*Work instruction*.
Set out exactly, line by line, the stretch of data below that begins at the line containing "maximum (u = 1). */" and ends at the line containing "on; a capacitor", with both ends kept.

*Stored data entries*.
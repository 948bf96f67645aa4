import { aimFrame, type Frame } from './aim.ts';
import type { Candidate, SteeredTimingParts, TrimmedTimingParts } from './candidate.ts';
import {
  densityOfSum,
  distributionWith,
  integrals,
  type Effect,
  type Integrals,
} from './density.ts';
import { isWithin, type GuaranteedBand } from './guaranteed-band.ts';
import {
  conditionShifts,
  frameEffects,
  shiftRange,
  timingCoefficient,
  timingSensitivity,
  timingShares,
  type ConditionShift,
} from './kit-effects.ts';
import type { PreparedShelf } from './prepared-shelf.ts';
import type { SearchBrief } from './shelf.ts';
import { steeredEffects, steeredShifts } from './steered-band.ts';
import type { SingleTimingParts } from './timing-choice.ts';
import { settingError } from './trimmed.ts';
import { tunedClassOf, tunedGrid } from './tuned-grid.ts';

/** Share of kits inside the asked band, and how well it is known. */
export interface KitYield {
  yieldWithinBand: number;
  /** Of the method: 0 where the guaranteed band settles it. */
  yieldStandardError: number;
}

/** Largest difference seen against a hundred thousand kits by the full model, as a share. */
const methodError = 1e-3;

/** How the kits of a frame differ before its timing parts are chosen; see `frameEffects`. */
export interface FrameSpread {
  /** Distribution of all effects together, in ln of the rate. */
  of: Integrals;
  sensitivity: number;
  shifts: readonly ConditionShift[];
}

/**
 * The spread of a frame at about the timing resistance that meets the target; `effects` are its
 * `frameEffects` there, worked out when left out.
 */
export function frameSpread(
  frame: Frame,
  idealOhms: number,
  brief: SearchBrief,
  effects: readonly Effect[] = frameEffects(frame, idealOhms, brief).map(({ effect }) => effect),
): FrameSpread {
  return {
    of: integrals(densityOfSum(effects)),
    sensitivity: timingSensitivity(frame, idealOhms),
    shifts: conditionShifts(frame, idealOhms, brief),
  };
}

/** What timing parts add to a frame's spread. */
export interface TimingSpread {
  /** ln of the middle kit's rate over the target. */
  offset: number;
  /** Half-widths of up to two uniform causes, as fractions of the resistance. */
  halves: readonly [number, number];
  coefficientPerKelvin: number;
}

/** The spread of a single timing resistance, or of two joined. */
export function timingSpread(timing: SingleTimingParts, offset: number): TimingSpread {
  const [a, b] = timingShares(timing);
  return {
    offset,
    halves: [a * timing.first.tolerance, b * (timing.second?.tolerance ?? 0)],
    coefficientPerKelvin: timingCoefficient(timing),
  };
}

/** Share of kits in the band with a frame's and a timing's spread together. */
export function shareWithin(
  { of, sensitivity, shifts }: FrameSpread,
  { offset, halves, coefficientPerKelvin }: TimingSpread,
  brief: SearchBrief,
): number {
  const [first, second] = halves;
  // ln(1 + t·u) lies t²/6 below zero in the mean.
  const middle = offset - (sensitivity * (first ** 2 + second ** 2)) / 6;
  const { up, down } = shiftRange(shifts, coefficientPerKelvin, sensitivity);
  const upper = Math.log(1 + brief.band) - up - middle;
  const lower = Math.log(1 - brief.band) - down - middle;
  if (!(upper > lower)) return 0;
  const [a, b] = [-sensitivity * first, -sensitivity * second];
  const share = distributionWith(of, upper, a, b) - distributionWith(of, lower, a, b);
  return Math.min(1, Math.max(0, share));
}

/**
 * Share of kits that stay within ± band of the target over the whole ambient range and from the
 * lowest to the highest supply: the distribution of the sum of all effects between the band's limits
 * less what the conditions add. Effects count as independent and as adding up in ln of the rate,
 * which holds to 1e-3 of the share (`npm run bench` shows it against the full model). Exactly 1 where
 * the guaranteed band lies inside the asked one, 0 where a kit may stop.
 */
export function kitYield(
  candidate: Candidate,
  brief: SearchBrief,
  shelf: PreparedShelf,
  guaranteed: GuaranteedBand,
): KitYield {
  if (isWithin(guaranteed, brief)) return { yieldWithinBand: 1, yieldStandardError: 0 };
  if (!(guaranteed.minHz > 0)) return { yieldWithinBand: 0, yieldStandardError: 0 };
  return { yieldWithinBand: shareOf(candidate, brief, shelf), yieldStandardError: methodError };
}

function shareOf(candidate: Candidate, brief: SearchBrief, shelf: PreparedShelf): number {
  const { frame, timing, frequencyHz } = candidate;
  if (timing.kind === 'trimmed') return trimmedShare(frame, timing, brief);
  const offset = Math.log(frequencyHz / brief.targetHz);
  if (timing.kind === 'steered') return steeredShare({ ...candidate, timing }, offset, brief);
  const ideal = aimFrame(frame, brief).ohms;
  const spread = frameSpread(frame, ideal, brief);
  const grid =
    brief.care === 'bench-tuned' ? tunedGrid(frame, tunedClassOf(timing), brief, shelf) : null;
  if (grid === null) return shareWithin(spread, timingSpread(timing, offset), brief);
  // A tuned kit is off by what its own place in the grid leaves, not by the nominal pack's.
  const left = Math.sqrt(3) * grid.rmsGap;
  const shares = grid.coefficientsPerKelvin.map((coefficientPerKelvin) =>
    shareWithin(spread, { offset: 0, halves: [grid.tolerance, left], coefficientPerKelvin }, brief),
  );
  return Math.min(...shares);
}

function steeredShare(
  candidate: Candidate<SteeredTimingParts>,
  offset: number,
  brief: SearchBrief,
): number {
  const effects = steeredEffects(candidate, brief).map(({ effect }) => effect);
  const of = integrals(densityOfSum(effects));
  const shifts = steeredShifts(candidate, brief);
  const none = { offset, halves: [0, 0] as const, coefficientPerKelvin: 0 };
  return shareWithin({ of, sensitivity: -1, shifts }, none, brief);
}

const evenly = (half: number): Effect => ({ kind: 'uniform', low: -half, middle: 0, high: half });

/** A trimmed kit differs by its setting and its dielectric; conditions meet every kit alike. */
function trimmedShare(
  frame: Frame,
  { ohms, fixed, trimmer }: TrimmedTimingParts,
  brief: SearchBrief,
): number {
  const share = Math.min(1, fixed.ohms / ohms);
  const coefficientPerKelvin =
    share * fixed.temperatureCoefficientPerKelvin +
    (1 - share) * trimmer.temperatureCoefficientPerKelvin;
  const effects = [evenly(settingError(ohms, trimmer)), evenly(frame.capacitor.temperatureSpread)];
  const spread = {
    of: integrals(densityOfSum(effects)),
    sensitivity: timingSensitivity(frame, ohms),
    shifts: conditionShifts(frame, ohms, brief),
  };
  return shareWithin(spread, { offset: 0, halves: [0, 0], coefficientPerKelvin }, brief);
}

* * *

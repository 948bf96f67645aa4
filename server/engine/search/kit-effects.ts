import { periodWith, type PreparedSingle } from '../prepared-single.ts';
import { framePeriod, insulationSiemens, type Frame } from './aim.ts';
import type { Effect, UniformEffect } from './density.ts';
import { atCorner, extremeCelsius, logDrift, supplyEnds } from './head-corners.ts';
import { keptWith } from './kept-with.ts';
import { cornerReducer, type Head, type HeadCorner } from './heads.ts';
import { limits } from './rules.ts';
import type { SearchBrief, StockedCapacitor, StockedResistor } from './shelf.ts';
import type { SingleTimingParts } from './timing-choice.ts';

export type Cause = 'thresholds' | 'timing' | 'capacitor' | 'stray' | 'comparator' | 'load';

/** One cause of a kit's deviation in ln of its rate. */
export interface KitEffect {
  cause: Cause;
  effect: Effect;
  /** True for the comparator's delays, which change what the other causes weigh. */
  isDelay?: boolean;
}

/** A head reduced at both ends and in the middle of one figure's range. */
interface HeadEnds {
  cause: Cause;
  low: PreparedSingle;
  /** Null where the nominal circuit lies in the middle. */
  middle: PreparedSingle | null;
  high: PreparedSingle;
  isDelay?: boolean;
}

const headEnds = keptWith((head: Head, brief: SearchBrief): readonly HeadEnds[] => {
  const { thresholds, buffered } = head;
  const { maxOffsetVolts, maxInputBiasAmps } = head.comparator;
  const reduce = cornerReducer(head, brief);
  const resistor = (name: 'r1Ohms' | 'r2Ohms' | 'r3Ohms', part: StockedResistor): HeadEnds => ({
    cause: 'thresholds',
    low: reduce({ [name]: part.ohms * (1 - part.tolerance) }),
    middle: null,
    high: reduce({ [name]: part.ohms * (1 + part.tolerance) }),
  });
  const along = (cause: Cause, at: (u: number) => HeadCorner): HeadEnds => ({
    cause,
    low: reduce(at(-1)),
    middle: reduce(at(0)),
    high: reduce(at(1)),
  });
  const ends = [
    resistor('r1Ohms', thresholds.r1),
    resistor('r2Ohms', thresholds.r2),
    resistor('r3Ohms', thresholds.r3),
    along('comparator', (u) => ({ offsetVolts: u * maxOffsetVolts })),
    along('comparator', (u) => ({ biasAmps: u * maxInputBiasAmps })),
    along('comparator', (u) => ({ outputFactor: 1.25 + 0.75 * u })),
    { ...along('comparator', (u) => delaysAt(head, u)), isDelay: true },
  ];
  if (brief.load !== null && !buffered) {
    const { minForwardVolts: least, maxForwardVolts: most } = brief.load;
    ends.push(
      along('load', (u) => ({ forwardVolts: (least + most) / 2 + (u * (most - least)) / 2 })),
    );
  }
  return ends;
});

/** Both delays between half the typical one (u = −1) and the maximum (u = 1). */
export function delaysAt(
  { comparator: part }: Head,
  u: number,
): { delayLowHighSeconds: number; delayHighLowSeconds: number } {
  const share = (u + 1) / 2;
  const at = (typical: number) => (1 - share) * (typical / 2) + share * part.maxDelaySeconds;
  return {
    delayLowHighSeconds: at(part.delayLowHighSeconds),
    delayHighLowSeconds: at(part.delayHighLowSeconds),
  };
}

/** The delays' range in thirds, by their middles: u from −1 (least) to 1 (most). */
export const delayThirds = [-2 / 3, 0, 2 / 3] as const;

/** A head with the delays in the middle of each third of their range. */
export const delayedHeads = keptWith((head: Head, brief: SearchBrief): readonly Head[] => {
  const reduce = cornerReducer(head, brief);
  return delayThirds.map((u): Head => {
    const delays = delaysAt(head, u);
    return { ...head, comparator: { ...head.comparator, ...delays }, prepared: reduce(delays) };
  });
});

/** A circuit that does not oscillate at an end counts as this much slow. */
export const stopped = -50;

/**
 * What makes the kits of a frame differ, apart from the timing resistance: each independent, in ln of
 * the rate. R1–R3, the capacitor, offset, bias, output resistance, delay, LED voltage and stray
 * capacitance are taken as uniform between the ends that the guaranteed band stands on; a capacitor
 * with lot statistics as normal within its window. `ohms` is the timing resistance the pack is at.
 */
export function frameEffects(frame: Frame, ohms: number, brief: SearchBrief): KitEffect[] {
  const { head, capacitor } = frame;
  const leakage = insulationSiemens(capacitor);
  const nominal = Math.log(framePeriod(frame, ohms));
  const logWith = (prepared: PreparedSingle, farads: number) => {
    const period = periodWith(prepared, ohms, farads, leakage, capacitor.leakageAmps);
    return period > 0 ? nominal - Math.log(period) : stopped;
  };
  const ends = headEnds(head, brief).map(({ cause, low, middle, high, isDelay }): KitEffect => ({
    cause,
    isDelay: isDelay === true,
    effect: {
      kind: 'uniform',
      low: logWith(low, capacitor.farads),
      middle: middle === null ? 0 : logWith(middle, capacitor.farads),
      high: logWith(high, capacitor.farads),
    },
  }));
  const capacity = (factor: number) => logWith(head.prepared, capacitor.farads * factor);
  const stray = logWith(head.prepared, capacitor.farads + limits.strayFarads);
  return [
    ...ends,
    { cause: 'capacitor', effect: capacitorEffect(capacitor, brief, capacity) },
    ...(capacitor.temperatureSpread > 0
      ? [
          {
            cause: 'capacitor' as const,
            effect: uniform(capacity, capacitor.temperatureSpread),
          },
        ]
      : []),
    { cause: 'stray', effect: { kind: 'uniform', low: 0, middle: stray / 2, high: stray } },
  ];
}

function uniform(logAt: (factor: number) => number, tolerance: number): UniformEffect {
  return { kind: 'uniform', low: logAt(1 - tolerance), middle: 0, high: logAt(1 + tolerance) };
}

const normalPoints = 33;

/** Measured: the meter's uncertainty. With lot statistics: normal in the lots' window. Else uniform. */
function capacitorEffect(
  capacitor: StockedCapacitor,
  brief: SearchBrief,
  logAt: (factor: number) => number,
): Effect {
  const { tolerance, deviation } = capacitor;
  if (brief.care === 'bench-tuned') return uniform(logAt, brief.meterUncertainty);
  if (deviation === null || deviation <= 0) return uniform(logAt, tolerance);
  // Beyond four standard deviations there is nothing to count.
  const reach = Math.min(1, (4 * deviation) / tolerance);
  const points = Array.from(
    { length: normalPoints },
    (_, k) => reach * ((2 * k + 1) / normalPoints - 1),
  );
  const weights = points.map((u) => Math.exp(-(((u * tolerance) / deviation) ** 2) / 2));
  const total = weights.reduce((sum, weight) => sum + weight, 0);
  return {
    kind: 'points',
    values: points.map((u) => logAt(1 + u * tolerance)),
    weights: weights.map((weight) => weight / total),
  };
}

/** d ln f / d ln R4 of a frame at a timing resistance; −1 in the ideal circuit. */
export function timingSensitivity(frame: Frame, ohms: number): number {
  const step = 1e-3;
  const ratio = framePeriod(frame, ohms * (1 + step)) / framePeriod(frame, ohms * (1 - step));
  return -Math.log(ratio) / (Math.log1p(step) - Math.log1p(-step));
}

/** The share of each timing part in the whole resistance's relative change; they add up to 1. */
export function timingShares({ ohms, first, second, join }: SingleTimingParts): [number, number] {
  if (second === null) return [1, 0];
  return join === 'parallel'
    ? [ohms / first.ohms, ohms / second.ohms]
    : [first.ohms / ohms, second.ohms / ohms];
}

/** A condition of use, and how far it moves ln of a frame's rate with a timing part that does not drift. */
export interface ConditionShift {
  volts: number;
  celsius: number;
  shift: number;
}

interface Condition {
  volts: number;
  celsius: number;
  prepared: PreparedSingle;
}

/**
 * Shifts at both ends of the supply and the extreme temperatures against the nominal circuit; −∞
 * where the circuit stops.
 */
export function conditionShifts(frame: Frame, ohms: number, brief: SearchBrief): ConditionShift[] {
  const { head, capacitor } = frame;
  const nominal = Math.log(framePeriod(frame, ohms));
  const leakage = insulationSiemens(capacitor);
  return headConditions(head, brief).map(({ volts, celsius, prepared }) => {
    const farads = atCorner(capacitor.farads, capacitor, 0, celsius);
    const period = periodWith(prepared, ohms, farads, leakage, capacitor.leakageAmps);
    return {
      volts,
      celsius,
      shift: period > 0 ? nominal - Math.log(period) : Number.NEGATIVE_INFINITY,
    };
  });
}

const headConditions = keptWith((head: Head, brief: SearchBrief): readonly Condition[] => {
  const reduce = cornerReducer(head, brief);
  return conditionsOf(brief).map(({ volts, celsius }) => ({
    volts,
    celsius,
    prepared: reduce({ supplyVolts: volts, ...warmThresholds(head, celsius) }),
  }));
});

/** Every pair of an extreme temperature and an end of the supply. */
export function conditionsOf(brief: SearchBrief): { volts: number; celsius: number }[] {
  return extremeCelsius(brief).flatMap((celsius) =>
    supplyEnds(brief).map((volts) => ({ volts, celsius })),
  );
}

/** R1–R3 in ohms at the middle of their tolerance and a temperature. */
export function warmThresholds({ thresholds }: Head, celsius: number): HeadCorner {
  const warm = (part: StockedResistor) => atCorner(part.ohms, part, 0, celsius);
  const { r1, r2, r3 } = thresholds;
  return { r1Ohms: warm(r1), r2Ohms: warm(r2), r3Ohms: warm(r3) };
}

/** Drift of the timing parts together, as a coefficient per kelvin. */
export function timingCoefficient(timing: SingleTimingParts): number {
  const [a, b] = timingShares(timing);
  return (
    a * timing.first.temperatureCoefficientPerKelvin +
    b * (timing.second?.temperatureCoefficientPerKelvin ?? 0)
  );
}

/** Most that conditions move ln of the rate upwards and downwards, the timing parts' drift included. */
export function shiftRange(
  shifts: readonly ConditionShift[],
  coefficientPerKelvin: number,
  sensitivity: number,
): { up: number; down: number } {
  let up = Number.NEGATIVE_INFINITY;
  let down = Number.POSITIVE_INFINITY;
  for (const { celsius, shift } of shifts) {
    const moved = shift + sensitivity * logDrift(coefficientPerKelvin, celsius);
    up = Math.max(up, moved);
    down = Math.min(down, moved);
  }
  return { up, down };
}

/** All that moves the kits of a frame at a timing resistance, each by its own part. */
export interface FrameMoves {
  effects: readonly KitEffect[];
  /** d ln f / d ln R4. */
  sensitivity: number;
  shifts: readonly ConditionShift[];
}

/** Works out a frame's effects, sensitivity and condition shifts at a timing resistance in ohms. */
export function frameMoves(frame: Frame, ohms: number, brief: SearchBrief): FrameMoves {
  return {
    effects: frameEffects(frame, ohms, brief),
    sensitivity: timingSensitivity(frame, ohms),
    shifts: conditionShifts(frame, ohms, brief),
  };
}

* * *

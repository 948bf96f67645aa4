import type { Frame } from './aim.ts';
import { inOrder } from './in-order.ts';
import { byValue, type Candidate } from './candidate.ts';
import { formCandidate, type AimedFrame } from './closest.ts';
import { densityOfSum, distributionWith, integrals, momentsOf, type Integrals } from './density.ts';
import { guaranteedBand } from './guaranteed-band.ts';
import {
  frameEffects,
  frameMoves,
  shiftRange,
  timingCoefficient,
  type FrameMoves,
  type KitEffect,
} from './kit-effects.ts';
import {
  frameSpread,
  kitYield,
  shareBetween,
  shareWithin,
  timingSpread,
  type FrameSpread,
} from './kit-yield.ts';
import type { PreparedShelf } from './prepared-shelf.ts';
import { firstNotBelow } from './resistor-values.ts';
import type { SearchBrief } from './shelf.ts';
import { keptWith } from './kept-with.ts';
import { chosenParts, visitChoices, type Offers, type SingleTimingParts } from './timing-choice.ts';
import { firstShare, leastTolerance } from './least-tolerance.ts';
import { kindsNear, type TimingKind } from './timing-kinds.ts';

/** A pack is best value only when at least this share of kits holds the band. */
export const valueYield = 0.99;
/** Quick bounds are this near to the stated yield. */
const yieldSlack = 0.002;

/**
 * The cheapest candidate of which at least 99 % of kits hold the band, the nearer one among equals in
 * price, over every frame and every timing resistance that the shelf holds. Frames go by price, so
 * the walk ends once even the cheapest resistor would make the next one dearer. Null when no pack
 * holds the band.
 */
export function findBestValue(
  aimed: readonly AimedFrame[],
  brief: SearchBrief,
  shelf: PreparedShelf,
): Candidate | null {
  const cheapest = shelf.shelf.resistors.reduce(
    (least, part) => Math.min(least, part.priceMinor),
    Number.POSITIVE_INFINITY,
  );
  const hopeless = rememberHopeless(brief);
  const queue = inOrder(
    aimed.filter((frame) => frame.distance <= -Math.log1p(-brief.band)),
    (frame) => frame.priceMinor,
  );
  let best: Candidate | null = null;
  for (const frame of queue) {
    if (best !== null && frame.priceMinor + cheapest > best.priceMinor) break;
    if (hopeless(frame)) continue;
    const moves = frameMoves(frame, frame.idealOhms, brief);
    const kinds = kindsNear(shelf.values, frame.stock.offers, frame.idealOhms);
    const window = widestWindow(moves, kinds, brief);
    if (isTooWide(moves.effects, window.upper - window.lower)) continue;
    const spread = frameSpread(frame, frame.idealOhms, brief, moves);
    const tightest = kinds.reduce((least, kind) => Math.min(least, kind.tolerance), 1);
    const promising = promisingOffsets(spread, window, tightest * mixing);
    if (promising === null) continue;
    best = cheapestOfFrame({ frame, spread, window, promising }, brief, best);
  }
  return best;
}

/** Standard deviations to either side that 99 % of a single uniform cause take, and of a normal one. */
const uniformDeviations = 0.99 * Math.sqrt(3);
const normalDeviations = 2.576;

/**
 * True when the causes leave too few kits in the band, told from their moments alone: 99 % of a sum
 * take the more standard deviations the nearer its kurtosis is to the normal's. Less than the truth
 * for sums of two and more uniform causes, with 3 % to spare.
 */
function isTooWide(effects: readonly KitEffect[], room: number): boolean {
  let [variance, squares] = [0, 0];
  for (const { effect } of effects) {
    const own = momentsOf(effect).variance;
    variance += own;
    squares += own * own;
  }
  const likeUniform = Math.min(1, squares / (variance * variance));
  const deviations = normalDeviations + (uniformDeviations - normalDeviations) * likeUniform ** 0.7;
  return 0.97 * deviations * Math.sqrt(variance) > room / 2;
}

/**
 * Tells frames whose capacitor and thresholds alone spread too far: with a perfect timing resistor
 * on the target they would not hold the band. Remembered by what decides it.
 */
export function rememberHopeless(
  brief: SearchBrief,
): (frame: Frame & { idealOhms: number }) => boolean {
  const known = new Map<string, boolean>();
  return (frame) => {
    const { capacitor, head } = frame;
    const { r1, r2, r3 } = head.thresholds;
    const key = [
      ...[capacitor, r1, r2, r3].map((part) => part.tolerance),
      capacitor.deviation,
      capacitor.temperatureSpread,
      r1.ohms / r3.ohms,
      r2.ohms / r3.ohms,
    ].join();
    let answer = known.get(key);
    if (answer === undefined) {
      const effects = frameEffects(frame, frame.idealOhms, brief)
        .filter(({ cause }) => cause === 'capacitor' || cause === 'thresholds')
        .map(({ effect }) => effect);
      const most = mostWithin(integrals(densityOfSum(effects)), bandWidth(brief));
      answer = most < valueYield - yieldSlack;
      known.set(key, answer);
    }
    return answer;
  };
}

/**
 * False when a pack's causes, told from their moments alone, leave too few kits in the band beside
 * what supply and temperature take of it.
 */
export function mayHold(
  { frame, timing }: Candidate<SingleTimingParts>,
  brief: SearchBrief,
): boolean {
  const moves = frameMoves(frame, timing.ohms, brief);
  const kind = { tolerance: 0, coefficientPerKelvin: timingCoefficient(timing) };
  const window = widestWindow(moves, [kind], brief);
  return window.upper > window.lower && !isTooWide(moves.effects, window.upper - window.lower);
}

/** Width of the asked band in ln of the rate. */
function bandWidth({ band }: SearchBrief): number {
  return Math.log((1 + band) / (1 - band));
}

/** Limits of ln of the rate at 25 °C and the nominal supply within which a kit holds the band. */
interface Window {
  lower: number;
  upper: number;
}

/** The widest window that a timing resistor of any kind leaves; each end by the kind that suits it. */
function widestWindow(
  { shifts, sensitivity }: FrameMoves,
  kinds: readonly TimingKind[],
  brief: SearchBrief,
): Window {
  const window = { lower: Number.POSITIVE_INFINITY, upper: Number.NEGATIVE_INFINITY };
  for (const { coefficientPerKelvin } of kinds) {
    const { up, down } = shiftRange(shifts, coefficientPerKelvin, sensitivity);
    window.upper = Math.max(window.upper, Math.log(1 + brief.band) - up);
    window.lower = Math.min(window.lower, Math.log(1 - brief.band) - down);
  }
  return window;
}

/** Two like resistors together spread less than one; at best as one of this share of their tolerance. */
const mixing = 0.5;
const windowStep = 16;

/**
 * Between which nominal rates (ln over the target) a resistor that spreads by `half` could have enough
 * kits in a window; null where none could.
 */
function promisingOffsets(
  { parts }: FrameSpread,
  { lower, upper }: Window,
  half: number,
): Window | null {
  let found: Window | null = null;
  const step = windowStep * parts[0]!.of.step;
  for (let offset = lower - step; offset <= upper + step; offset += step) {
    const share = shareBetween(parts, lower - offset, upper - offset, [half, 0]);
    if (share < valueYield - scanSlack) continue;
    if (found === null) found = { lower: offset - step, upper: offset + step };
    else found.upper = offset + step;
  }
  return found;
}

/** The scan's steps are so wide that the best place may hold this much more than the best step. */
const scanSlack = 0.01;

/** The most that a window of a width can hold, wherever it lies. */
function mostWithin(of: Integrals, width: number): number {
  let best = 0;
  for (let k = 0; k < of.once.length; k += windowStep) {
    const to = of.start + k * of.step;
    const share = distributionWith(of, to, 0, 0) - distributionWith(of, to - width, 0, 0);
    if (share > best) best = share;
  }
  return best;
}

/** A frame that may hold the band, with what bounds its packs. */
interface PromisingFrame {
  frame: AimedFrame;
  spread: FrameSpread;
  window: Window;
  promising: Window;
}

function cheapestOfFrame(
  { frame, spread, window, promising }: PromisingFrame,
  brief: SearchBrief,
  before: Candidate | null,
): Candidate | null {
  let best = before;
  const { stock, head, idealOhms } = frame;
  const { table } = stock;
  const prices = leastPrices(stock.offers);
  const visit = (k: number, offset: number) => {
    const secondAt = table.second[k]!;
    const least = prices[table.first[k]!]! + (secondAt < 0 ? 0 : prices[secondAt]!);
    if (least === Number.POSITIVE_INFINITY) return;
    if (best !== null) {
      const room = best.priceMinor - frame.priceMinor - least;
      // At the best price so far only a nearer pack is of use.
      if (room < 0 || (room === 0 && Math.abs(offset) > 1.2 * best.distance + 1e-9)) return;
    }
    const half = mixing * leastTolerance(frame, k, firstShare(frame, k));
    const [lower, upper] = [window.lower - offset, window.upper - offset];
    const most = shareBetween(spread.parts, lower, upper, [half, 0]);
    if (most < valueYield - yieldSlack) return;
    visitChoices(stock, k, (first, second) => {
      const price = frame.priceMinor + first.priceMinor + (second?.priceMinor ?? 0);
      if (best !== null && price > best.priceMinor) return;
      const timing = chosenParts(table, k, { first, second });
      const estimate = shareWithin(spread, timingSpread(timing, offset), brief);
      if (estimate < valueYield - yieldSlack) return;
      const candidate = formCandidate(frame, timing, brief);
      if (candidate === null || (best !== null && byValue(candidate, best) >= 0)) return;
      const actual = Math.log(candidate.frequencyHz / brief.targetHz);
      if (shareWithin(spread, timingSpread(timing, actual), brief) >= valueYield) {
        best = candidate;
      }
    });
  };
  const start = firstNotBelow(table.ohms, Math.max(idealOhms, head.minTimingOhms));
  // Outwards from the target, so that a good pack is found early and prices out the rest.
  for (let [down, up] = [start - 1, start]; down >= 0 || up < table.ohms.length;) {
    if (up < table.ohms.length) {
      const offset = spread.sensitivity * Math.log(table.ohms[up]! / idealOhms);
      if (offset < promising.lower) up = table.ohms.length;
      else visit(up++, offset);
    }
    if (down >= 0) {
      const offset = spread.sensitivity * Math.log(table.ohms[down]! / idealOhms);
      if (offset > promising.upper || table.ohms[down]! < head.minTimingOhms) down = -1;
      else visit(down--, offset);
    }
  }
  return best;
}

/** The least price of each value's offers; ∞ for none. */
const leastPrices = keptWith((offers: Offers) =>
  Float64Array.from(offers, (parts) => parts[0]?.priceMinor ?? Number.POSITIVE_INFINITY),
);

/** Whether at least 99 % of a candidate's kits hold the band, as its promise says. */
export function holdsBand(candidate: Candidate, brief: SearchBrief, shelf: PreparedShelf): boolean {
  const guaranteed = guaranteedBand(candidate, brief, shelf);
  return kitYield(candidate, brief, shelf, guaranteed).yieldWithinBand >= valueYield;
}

*Answer box*.
/** Both delays between half the typical one (u = −1) and the maximum (u = 1). */
export function delaysAt(
  { comparator: part }: Head,
  u: number,
): { delayLowHighSeconds: number; delayHighLowSeconds: number } {
  const share = (u + 1) / 2;
  const at = (typical: number) => (1 - share) * (typical / 2) + share * part.maxDelaySeconds;
  return {
    delayLowHighSeconds: at(part.delayLowHighSeconds),
    delayHighLowSeconds: at(part.delayHighLowSeconds),
  };
}

/** The delays' range in thirds, by their middles: u from −1 (least) to 1 (most). */
export const delayThirds = [-2 / 3, 0, 2 / 3] as const;

/** A head with the delays in the middle of each third of their range. */
export const delayedHeads = keptWith((head: Head, brief: SearchBrief): readonly Head[] => {
  const reduce = cornerReducer(head, brief);
  return delayThirds.map((u): Head => {
    const delays = delaysAt(head, u);
    return { ...head, comparator: { ...head.comparator, ...delays }, prepared: reduce(delays) };
  });
});

/** A circuit that does not oscillate at an end counts as this much slow. */
export const stopped = -50;

/**
 * What makes the kits of a frame differ, apart from the timing resistance: each independent, in ln of
 * the rate. R1–R3, the capacitor, offset, bias, output resistance, delay, LED voltage and stray
 * capacitance are taken as uniform between the ends that the guaranteed band stands on; a capacitor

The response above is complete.